WORK ORDER. In the data that follows, find the line with "bool same_P = !c->column"; transcribe it, every later line up to the one with "xy.spec = c->spec;", and that line as well, exactly and with no others.

DATASET RECORDS.
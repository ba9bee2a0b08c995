/* The report's plots and CSV tables, rendered from the computed curves into memory files. */
#include "report/plots.h"
#include "report/report_internal.h"

#include <csv.h>
#include <math.h>
#include <stdio.h>
#include <stdlib.h>
#include <string.h>

void pw_report_condition(const pw_fit_result *r, char *buf, size_t len)
{
    if (r->kind == PW_DATA_ISOTHERMAL)
        snprintf(buf, len, "%.2f K (%.2f \xc2\xb0" "C)", r->T_fixed_K, r->T_fixed_K - 273.15);
    else
        snprintf(buf, len, "%.4g kPa", r->P_fixed_Pa / 1000.0);
}

static pw_report_file *new_file(pw_report_file *files, size_t *n, const char *name, const char *title)
{
    if (*n >= PW_REPORT_MAX_FILES)
        return NULL;
    pw_report_file *f = &files[(*n)++];
    snprintf(f->name, sizeof f->name, "%s", name);
    snprintf(f->title, sizeof f->title, "%s", title);
    pw_sbuf_init(&f->text);
    return f;
}

/* Per-point arrays for the plots (PW_NAN where a quantity is missing). */
typedef struct pts_view {
    size_t n;
    double *x, *y, *v, *ry, *rv, *e1, *e2;        /* used points */
    double *xe, *rye, *rve;                        /* excluded points */
    size_t ne;
    double *block;
} pts_view;

static pw_status pts_make(pts_view *p, const pw_fit_result *r, bool isothermal)
{
    memset(p, 0, sizeof *p);
    size_t n = r->n_pts ? r->n_pts : 1;
    p->block = malloc(10 * n * sizeof *p->block);
    if (!p->block)
        return PW_ENOMEM;
    double *b = p->block;
    p->x = b; p->y = b + n; p->v = b + 2 * n; p->ry = b + 3 * n; p->rv = b + 4 * n;
    p->e1 = b + 5 * n; p->e2 = b + 6 * n; p->xe = b + 7 * n; p->rye = b + 8 * n; p->rve = b + 9 * n;
    for (size_t i = 0; i < r->n_pts; i++) {
        const pw_fit_point *q = &r->pts[i];
        double v = isothermal ? q->meas.P_Pa / 1000.0 : q->meas.T_K;
        double rv = isothermal ? (q->P_calc_Pa - q->meas.P_Pa) / 1000.0 : q->T_calc_K - q->meas.T_K;
        double ry = r->has_y ? q->y_calc - q->meas.y1 : PW_NAN;
        if (q->excluded) {
            p->xe[p->ne] = q->meas.x1;
            p->rye[p->ne] = ry;
            p->rve[p->ne++] = rv;
            continue;
        }
        p->x[p->n] = q->meas.x1;
        p->y[p->n] = r->has_y ? q->meas.y1 : PW_NAN;
        p->v[p->n] = v;
        p->ry[p->n] = ry;
        p->rv[p->n] = rv;
        p->e1[p->n] = q->lngamma_exp[0];
        p->e2[p->n++] = q->lngamma_exp[1];
    }
    /* excluded points are still measurements: show them on the phase diagram too */
    return PW_OK;
}

static pw_xyset set(const double *x, const double *y, size_t n)
{
    pw_xyset s = {x, y, n};
    return s;
}

/* The band of equilibrium curves drawn from the fit's covariance around the pinch, with the
 * operating lines at R_min and the pinch marked. */
static pw_status band_plot(struct pw_report *rep, const pw_report_curves *c)
{
    const char *n1 = c->fit->sys.comp[0].name;
    pw_xyset *curves = malloc(sizeof *curves * c->band_n);
    if (!curves)
        return PW_ENOMEM;
    for (size_t k = 0; k < c->band_n; k++)
        curves[k] = set(c->band_x, c->band_y + k * PW_REPORT_BAND_NX, PW_REPORT_BAND_NX);
    const pw_column_spec *sp = &c->spec;
    double R = c->col.r_min;
    double xi = ((R + 1.0) * sp->zf + (sp->q - 1.0) * sp->xd) / (R + sp->q);
    double yi = (R * xi + sp->xd) / (R + 1.0);
    double lx[3] = {sp->xd, xi, sp->xb}, ly[3] = {sp->xd, yi, sp->xb};
    double mx[1] = {c->col.pinch.x}, my[1] = {c->col.pinch.y};
    char title[PW_SVG_LABEL_MAX], xl[PW_SVG_LABEL_MAX], yl[PW_SVG_LABEL_MAX],
        ll[PW_SVG_LABEL_MAX], ml[PW_SVG_LABEL_MAX];
    snprintf(title, sizeof title, "Equilibrium curves near the pinch, column at %.4g kPa",
             c->P_col_Pa / 1000.0);
    snprintf(xl, sizeof xl, "x\xe2\x82\x81, liquid mole fraction of %s / (mol/mol)", n1);
    snprintf(yl, sizeof yl, "y\xe2\x82\x81, vapor mole fraction of %s / (mol/mol)", n1);
    snprintf(ll, sizeof ll, "operating lines at R_min = %.3g", R);
    snprintf(ml, sizeof ml, "%s pinch x = %.3f",
             c->col.pinch.kind == PW_PINCH_TANGENT ? "tangent" : "feed", c->col.pinch.x);
    /* the widest spread of the draws about the best fit, so a band thinner than a line is
     * still stated */
    double spread = 0.0;
    for (size_t j = 0; j < PW_REPORT_BAND_NX; j++)
        for (size_t k = 0; k < c->band_n; k++) {
            double d = fabs(c->band_y[k * PW_REPORT_BAND_NX + j] - c->band_best[j]);
            if (isfinite(d) && d > spread)
                spread = d;
        }
    char cl[PW_SVG_LABEL_MAX];
    snprintf(cl, sizeof cl, "%zu sampled curves (up to %.2g from the best fit in y)", c->band_n,
             spread);
    pw_plot_band_in bi;
    memset(&bi, 0, sizeof bi);
    bi.curves_label = cl;
    bi.id = "plot-pinch-band";
    bi.title = title;
    bi.xlabel = xl;
    bi.ylabel = yl;
    bi.curves = curves;
    bi.n_curves = c->band_n;
    bi.central = set(c->band_x, c->band_best, PW_REPORT_BAND_NX);
    bi.x_lo = c->band_lo;
    bi.x_hi = c->band_hi;
    bi.y_lo = bi.y_hi = PW_NAN;
    bi.marks = set(mx, my, 1);
    bi.mark_label = ml;
    bi.line = set(lx, ly, 3);
    bi.line_label = ll;
    pw_report_file *f = new_file(rep->svg, &rep->n_svg, "pinch_band.svg",
                                 "Equilibrium curves near the pinch under the fit's uncertainty");
    pw_status st = f ? pw_plot_band(&f->text, &bi) : PW_ENOMEM;
    free(curves);
    return st;
}

/* The enthalpy-composition diagram from the curves computed in report_curves.c (kJ/mol). */
static pw_status enthalpy_plot(struct pw_report *rep, const pw_report_curves *c, const char *n1)
{
    double hl[PW_REPORT_GRID], hv[PW_REPORT_GRID];
    for (size_t i = 0; i < PW_REPORT_GRID; i++) {
        hl[i] = c->en_hL[i] / 1e3;
        hv[i] = c->en_HV[i] / 1e3;
    }
    const pw_energy_result *e = &c->energy_res;
    double fx[1] = {c->spec.zf}, fy[1] = {e->h_F / 1e3};
    /* The limiting tie line: from the liquid where the limit is reached to its vapor; its
     * enthalpies are those of the curves at those compositions, interpolated on the grid. */
    double tx[2] = {e->pinch.x, e->pinch.y}, ty[2] = {PW_NAN, PW_NAN};
    for (size_t i = 0; i + 1 < PW_REPORT_GRID; i++) {
        for (int k = 0; k < 2; k++) {
            if (tx[k] >= c->x[i] && tx[k] <= c->x[i + 1]) {
                const double *h = k == 0 ? hl : hv, t = (tx[k] - c->x[i]) / (c->x[i + 1] - c->x[i]);
                ty[k] = h[i] + t * (h[i + 1] - h[i]);
            }
        }
    }
    char cond[80], tl[PW_SVG_LABEL_MAX];
    snprintf(cond, sizeof cond, "at %.4g kPa", c->P_col_Pa / 1e3);
    snprintf(tl, sizeof tl, "tie line that limits R_min = %.3g (%s pinch)", e->r_min,
             e->pinch.kind == PW_PINCH_TANGENT ? "tangent" : "feed");
    bool tie = !e->reflux_limited && !e->boilup_limited && isfinite(ty[0]) && isfinite(ty[1]);
    pw_plot_enthalpy_in in = {n1, cond, set(c->x, hl, PW_REPORT_GRID), set(c->x, hv, PW_REPORT_GRID),
                              set(fx, fy, 1), set(tx, ty, tie ? 2 : 0), tl};
    pw_report_file *f = new_file(rep->svg, &rep->n_svg, "enthalpy.svg",
                                 "Enthalpy and composition (energy balances)");
    return f ? pw_plot_enthalpy(&f->text, &in) : PW_ENOMEM;
}

pw_status pw_report_render_plots(struct pw_report *rep, const pw_report_curves *c)
{
    const pw_fit_result *r = c->fit;
    const char *n1 = r->sys.comp[0].name, *n2 = r->sys.comp[1].name;
    char cond[64], cond_at[80], lab[160];
    pw_report_condition(r, cond, sizeof cond);
    snprintf(cond_at, sizeof cond_at, "at %s", cond);
    pts_view p;
    pw_status st = pts_make(&p, r, c->isothermal);
    if (st != PW_OK)
        return st;
    double vapor_v[PW_REPORT_GRID], az_x[PW_REPORT_MAX_AZ], az_y[PW_REPORT_MAX_AZ],
        az_v[PW_REPORT_MAX_AZ];
    pw_report_file *f;

    /* 1. x-y diagram (at the column pressure when a column is asked for) */
    pw_plot_xy_in xy;
    memset(&xy, 0, sizeof xy);
    xy.name1 = n1;
    bool same_P = !c->column || (!c->isothermal && fabs(c->P_col_Pa - r->P_fixed_Pa) <= 0.005 * r->P_fixed_Pa);
    char colcond[64];
    if (c->column) {
        snprintf(colcond, sizeof colcond, "%.4g kPa", c->P_col_Pa / 1000.0);
        xy.condition = colcond;
        xy.curve = set(c->x, c->col_y, PW_REPORT_GRID);
        for (size_t i = 0; i < c->n_col_az; i++)
            az_x[i] = c->col_az[i].x1;
        xy.azeotropes = set(az_x, az_x, c->n_col_az);
        xy.column = true;
        xy.spec = c->spec;
        xy.feasible = c->col_status == PW_OK && c->col.feasible;
        xy.r_min = c->col.r_min;
        xy.r_op = c->r_op;
        xy.factor = c->factor;
        xy.pinch = c->col.pinch;
        xy.x_q = c->col.x_q;
        xy.y_q = c->col.y_q;
        xy.steps = set(c->step_x, c->step_y, c->n_step);
        xy.stages = c->stages_op;
    } else {
        xy.condition = cond;
        xy.curve = set(c->x, c->bub_y, PW_REPORT_GRID);
        for (size_t i = 0; i < c->n_az; i++)
            az_x[i] = c->az[i].x1;
        xy.azeotropes = set(az_x, az_x, c->n_az);
    }
    if (r->has_y) {
        xy.measured = set(p.x, p.y, p.n);
        if (same_P)
            snprintf(lab, sizeof lab, "measured (%zu points)", p.n);
        else
            snprintf(lab, sizeof lab, "measured at %s (data)", cond);
        xy.measured_label = lab;
    }
    f = new_file(rep->svg, &rep->n_svg, "xy.svg", "Vapor-liquid composition diagram");
    st = f ? pw_plot_xy(&f->text, &xy) : PW_ENOMEM;

    /* 2. T-x-y or P-x-y */
    if (st == PW_OK) {
        pw_plot_phase_in ph;
        memset(&ph, 0, sizeof ph);
        ph.name1 = n1;
        ph.condition = cond_at;
        ph.isothermal = c->isothermal;
        double bub_v[PW_REPORT_GRID];
        for (size_t i = 0; i < PW_REPORT_GRID; i++) {
            bub_v[i] = c->isothermal ? c->bub_P[i] / 1000.0 : c->bub_T[i];
            vapor_v[i] = c->isothermal ? c->dew_P[i] / 1000.0 : c->dew_T[i];
        }
        ph.bubble = set(c->x, bub_v, PW_REPORT_GRID);
        ph.dew = set(c->dew_y, vapor_v, PW_REPORT_GRID);
        ph.meas_liquid = set(p.x, p.v, p.n);
        if (r->has_y)
            ph.meas_vapor = set(p.y, p.v, p.n);
        for (size_t i = 0; i < c->n_az; i++) {
            az_y[i] = c->az[i].x1;
            az_v[i] = c->isothermal ? c->az[i].P_Pa / 1000.0 : c->az[i].T_K;
        }
        ph.azeotropes = set(az_y, az_v, c->n_az);
        f = new_file(rep->svg, &rep->n_svg, c->isothermal ? "pxy.svg" : "txy.svg",
                     c->isothermal ? "Pressure-composition diagram" : "Temperature-composition diagram");
        st = f ? pw_plot_phase(&f->text, &ph) : PW_ENOMEM;
    }

    /* 3. residuals of y */
    if (st == PW_OK && r->has_y) {
        pw_plot_resid_in rs = {"plot-residual-y", "Deviations of the vapor composition",
                               "y\xe2\x82\x81(calc) \xe2\x88\x92 y\xe2\x82\x81(meas) / (mol/mol)", n1,
                               set(p.x, p.ry, p.n), set(p.xe, p.rye, p.ne), r->sigma_y};
        f = new_file(rep->svg, &rep->n_svg, "residual_y.svg", "Vapor composition deviations");
        st = f ? pw_plot_residuals(&f->text, &rs) : PW_ENOMEM;
    }
    /* 4. residuals of T or P */
    if (st == PW_OK) {
        double band = r->sigma_T_K;
        if (c->isothermal) {
            double mean = 0.0;
            for (size_t i = 0; i < p.n; i++)
                mean += p.v[i] / (double)p.n;
            band = r->sigma_P_rel * mean;
        }
        pw_plot_resid_in rs = {c->isothermal ? "plot-residual-p" : "plot-residual-t",
                               c->isothermal ? "Deviations of the bubble pressure" :
                                               "Deviations of the bubble temperature",
                               c->isothermal ? "P(calc) \xe2\x88\x92 P(meas) / kPa" :
                                               "T(calc) \xe2\x88\x92 T(meas) / K",
                               n1, set(p.x, p.rv, p.n), set(p.xe, p.rve, p.ne), band};
        f = new_file(rep->svg, &rep->n_svg, c->isothermal ? "residual_P.svg" : "residual_T.svg",
                     c->isothermal ? "Bubble pressure deviations" : "Bubble temperature deviations");
        st = f ? pw_plot_residuals(&f->text, &rs) : PW_ENOMEM;
    }
    /* 5. ln gamma */
    if (st == PW_OK) {
        pw_plot_lngamma_in lg = {n1, n2, cond_at, set(c->x, c->lg1, PW_REPORT_GRID),
                                 set(c->x, c->lg2, PW_REPORT_GRID), set(p.x, p.e1, p.n),
                                 set(p.x, p.e2, p.n)};
        f = new_file(rep->svg, &rep->n_svg, "lngamma.svg", "Activity coefficients");
        st = f ? pw_plot_lngamma(&f->text, &lg) : PW_ENOMEM;
    }
    /* 5b. with --energy: the enthalpy-composition diagram */
    if (st == PW_OK && c->energy && c->energy_status == PW_OK && c->energy_res.feasible)
        st = enthalpy_plot(rep, c, n1);
    /* 6. with --uncertainty and a feasible column: sampled curves near the limiting pinch */
    if (st == PW_OK && c->band_status == PW_OK)
        st = band_plot(rep, c);
    free(p.block);
    return st;
}

/* ---- CSV ---- */

/* One header field; quoted by libcsv's writer when it holds a comma, quote or line break. */
static void csv_field(pw_sbuf *b, const char *s, bool first)
{
    char out[256];
    if (!first)
        pw_sbuf_puts(b, ",");
    if (!strpbrk(s, ",\"\r\n")) {
        pw_sbuf_puts(b, s);
        return;
    }
    size_t need = csv_write(out, sizeof out, s, strlen(s));
    if (need <= sizeof out)
        pw_sbuf_putn(b, out, need);
    else
        b->failed = true;
}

RESULT.
    bool same_P = !c->column || (!c->isothermal && fabs(c->P_col_Pa - r->P_fixed_Pa) <= 0.005 * r->P_fixed_Pa);
    char colcond[64];
    if (c->column) {
        snprintf(colcond, sizeof colcond, "%.4g kPa", c->P_col_Pa / 1000.0);
        xy.condition = colcond;
        xy.curve = set(c->x, c->col_y, PW_REPORT_GRID);
        for (size_t i = 0; i < c->n_col_az; i++)
            az_x[i] = c->col_az[i].x1;
        xy.azeotropes = set(az_x, az_x, c->n_col_az);
        xy.column = true;
        xy.spec = c->spec;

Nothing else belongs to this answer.